RECORDS FOR THIS TASK:
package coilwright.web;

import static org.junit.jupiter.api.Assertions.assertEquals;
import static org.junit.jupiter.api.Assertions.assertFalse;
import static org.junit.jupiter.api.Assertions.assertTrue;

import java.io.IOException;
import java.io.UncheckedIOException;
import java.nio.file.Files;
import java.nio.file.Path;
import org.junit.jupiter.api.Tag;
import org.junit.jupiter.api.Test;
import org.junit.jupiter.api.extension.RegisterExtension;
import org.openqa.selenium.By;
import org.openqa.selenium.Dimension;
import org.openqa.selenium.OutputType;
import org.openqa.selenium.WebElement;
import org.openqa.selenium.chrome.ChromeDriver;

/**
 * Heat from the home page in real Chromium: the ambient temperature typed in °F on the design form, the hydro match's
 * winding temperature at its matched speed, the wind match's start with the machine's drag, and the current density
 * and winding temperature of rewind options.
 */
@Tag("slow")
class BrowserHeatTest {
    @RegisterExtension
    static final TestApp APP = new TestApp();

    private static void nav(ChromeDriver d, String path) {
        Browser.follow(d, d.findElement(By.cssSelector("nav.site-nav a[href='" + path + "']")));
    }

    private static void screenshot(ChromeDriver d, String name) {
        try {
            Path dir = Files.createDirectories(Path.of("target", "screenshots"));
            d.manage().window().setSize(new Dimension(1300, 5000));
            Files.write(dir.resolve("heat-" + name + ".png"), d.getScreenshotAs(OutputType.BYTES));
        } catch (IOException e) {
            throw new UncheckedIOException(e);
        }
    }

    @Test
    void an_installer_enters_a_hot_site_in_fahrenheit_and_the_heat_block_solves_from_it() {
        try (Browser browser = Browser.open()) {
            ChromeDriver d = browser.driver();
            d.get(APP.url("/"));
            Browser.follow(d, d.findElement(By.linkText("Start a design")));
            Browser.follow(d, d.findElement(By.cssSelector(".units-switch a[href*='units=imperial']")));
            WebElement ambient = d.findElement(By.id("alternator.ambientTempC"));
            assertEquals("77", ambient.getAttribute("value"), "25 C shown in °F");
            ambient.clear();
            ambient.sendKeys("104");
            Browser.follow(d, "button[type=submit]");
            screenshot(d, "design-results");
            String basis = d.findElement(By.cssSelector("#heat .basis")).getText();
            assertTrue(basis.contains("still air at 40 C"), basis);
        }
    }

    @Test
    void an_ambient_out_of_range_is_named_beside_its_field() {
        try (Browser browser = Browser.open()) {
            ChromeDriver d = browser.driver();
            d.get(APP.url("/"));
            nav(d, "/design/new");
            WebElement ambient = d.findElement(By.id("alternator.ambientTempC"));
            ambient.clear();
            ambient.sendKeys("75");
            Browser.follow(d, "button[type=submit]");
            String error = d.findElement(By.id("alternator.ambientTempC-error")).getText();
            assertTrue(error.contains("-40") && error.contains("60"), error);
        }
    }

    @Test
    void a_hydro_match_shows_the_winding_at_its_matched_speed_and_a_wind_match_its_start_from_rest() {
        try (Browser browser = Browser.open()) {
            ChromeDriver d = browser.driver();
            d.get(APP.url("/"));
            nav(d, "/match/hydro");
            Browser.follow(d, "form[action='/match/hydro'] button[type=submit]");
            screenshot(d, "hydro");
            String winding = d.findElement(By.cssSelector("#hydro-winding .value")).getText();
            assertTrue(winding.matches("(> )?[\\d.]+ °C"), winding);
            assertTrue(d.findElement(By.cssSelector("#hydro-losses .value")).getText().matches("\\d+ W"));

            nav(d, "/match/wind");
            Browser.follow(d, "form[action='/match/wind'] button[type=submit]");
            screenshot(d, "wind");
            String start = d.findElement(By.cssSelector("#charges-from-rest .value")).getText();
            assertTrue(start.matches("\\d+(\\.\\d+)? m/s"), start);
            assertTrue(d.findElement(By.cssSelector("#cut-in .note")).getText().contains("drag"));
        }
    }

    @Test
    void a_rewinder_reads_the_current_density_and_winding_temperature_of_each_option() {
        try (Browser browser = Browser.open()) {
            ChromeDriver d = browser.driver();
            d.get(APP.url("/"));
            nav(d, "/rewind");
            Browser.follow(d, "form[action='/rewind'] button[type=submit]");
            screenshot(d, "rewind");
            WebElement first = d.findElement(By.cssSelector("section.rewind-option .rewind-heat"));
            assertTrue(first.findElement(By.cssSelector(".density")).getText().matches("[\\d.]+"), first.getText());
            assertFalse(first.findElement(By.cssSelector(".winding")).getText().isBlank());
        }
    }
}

==

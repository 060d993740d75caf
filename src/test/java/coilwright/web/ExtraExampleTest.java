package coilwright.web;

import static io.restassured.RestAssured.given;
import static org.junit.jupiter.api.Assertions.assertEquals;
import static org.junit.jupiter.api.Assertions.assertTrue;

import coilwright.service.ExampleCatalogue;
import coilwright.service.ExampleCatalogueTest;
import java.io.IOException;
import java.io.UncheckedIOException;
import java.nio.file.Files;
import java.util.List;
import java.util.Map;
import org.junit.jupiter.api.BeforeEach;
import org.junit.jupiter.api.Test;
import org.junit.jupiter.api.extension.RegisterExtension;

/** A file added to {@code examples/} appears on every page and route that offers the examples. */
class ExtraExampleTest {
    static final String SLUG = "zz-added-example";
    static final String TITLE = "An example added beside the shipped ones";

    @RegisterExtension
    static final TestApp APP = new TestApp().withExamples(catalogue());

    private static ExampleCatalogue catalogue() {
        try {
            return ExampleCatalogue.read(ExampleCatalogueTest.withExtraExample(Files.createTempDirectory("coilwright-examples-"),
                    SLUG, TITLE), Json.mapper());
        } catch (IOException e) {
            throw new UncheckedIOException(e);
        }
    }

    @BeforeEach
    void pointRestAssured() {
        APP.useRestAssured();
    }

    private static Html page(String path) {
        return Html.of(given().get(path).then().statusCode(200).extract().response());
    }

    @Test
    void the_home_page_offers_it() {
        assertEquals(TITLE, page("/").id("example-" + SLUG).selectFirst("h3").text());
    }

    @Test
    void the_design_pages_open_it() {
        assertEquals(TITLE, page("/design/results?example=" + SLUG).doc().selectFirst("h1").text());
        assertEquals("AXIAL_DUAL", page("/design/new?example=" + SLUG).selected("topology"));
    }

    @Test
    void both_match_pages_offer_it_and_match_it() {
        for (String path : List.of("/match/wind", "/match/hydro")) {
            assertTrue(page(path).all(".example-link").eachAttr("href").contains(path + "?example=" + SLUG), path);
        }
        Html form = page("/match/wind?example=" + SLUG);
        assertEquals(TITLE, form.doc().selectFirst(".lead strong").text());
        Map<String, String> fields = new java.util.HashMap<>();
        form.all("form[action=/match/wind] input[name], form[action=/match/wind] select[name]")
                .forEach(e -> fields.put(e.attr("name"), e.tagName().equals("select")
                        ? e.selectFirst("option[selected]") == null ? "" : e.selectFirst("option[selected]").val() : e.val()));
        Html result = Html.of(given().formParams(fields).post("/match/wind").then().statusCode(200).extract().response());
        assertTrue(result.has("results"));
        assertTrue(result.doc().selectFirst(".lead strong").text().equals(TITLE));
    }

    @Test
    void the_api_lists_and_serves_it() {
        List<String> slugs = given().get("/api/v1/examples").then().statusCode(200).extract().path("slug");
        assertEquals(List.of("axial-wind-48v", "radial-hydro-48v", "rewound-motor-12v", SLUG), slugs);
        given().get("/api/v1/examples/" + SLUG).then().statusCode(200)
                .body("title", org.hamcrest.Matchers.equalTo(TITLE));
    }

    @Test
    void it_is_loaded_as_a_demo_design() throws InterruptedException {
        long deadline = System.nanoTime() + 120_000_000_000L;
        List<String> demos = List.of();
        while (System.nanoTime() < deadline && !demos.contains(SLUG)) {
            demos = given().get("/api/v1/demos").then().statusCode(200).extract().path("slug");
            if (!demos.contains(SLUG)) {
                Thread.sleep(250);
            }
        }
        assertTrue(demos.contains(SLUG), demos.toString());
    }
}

YOUR GOAL: In the data above, how many lines hold the word "BeforeEach"? Give only the number.

REPLY: 2